# ocr in java



## ARadauer (25. Jun 2008)

Wir hatten das Thema schon ein paar mal, aber wir sind nie zu einer zufriedenstellenden Lösung gekommen.

Kennt jemand eine gute API für OCR in Java? Kann auch kommerziel sein. (Ob es mir dann zu teuer ist, seh ich eh)
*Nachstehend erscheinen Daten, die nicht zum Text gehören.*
pub const EXAMPLES: &str = "Examples:
  beamsift optimise --job catalogs/demo-joists.toml rect --aspect 4 --b-sizes 38,47,63,75mm --d-sizes 100,125,150,175,200,225,250,300mm
  beamsift optimise --job catalogs/demo-job.toml welded-i --max-depth 450mm
  beamsift optimise --job job.toml welded-i --bound hw=300mm..900mm --plates 8,10,12,15,20,25mm --objective cost \\
      --plate-prices 1.35,1.30,1.25,1.22,1.20,1.20

Bounds default to: rect b 38–300, d 75–1200 mm; welded-i bf 100–600, tf 6–50, hw 150–2000,
tw 5–30 mm; mono-i the same for each flange; rhs b 50–400, h 50–600, t 3–20 mm.";

#[derive(clap::Args, Debug)]
pub struct Args {
    #[command(flatten)]
    pub job: JobArgs,
    /// Section family to proportion.
    #[arg(value_enum)]
    pub family: Family,
    /// Bounds on a variable as NAME=LOW..HIGH (e.g. hw=300mm..900mm); repeatable.
    #[arg(long = "bound", value_name = "NAME=LOW..HIGH")]
    pub bounds: Vec<String>,
    /// Largest overall depth.
    #[arg(long = "max-depth", value_name = "LENGTH")]
    pub max_depth: Option<String>,
    /// Smallest overall depth.
    #[arg(long = "min-depth", value_name = "LENGTH")]
    pub min_depth: Option<String>,
    /// Largest d/b of a rectangle.
    #[arg(long)]
    pub aspect: Option<f64>,
    /// Flange slenderness limit bf/(2tf) of I-shapes (default none: flange
    /// local buckling is a constraint by AISC 360-16 F3/F4/F5).
    #[arg(long = "lambda-f")]
    pub lambda_f: Option<f64>,
    /// Web slenderness limit hw/tw of I-shapes (default the AISC 360-16 F13.2
    /// limit of unstiffened webs, min(0.40·E/Fy, 260)); wall (b−2t)/t of rhs
    /// (default 5.70√(E/Fy), the end of the webs implemented by F7).
    #[arg(long = "lambda-w")]
    pub lambda_w: Option<f64>,
    /// Keep flanges and webs compact (AISC 360-16 Table B4.1b λp), as some
    /// fabricators prefer.
    #[arg(long)]
    pub compact: bool,
    /// What to minimise.
    #[arg(long, value_enum, default_value_t = Objective::Area)]
    pub objective: Objective,
    /// Plate thicknesses available (a list with one unit at the end)
    /// [default: 6,8,10,12,15,20,25,30,35,40,45,50mm].
    #[arg(long)]
    pub plates: Option<String>,
    /// Price per kg of each plate thickness, same order as --plates (for --objective cost).
    #[arg(long = "plate-prices", value_name = "LIST")]
    pub plate_prices: Option<String>,
    /// Step of plate widths and of depths other than thicknesses [default: 10mm].
    #[arg(long)]
    pub step: Option<String>,
    /// Rectangle widths available (list with a unit), instead of --step.
    #[arg(long = "b-sizes", value_name = "LIST")]
    pub b_sizes: Option<String>,
    /// Rectangle depths available (list with a unit), instead of --step.
    #[arg(long = "d-sizes", value_name = "LIST")]
    pub d_sizes: Option<String>,
    /// Number of starting points for the continuous search.
    #[arg(long, default_value_t = 6)]
    pub starts: usize,
}
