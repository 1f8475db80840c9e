//! The catalogue CSV format: one section per row, one property per column,
//! each numeric column naming its unit in brackets (`Ix [cm4]`,
//! `mass [kg/m]`, `d [in]`), so any supplier's list can be adapted by
//! renaming its headers.
//!
//! A row gives a shape and its dimensions (the section module computes the
//! properties), or the properties directly, or both — then A, Ix, Iy, S and
//! Zx are cross-checked and a difference above 2 % is an error. Given
//! values are used where both exist (tables are authoritative for their own
//! rounding; J and Cw from a table include fillets).
//!
//! This module parses headers and rows; it does not open files (see
//! `read`), and it does not check sections against loads.
//!
//! One file per concern: the header (`schema.rs`), number cells
//! (`number.rs`), the row and its cells (`row.rs`), the shape and its
//! properties (`shape.rs`), the row's material (`material.rs`).
//! Naming and holding inputs (streams read once) is in `input.rs`; a
//! workbook's sheet is read as the same delimited text (`workbook.rs`).

pub mod generate;
pub mod input;
mod material;
pub(crate) mod number;
mod prices;
pub mod read;
pub mod records;
mod row;
mod schema;
mod shape;
pub mod workbook;

pub use number::number;
pub use prices::Prices;
pub(crate) use row::parse_row_into;
pub use row::{CellError, Materials, Row, RowMaterial, cost_per_mm, parse_row};
pub use schema::{Col, Factor, KNOWN, PriceBasis, Prop, Schema, split_header};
Ich hab Bilder und ich muss Texte darauf erkennen. Ich hab mich mit gocr, dass ich einfach über die kamonadozeile angesprochen habe, schon gespielt.. funktioniert - liefert aber nur sehr bescheidene ergebnisse...

Danke


----------



## Saxony (25. Jun 2008)

Hiho,

schau dir mal folgendes an:

www.javaocr.com
www.asprise.com

beides allerdings nicht gerade billig 

bye Saxony


----------



## Joker (25. Jun 2008)

irgendwo auf sourceforge fliegt ein Wrapper für Tesseract rum
http://code.google.com/p/tesseract-ocr/

wie gut Tesseract schon ist kann ich nicht sagen, google steckt ja dahinter, sollte also nicht so schlecht sein.

edit: hier ist er http://code.google.com/p/tesjeract/

edit2: für OCRopus sollte es auch Java Bindings geben http://sites.google.com/site/ocropus/


----------



## ARadauer (25. Jun 2008)

danke für die links, das schau ich mir heute abend gleich mal genauer an


----------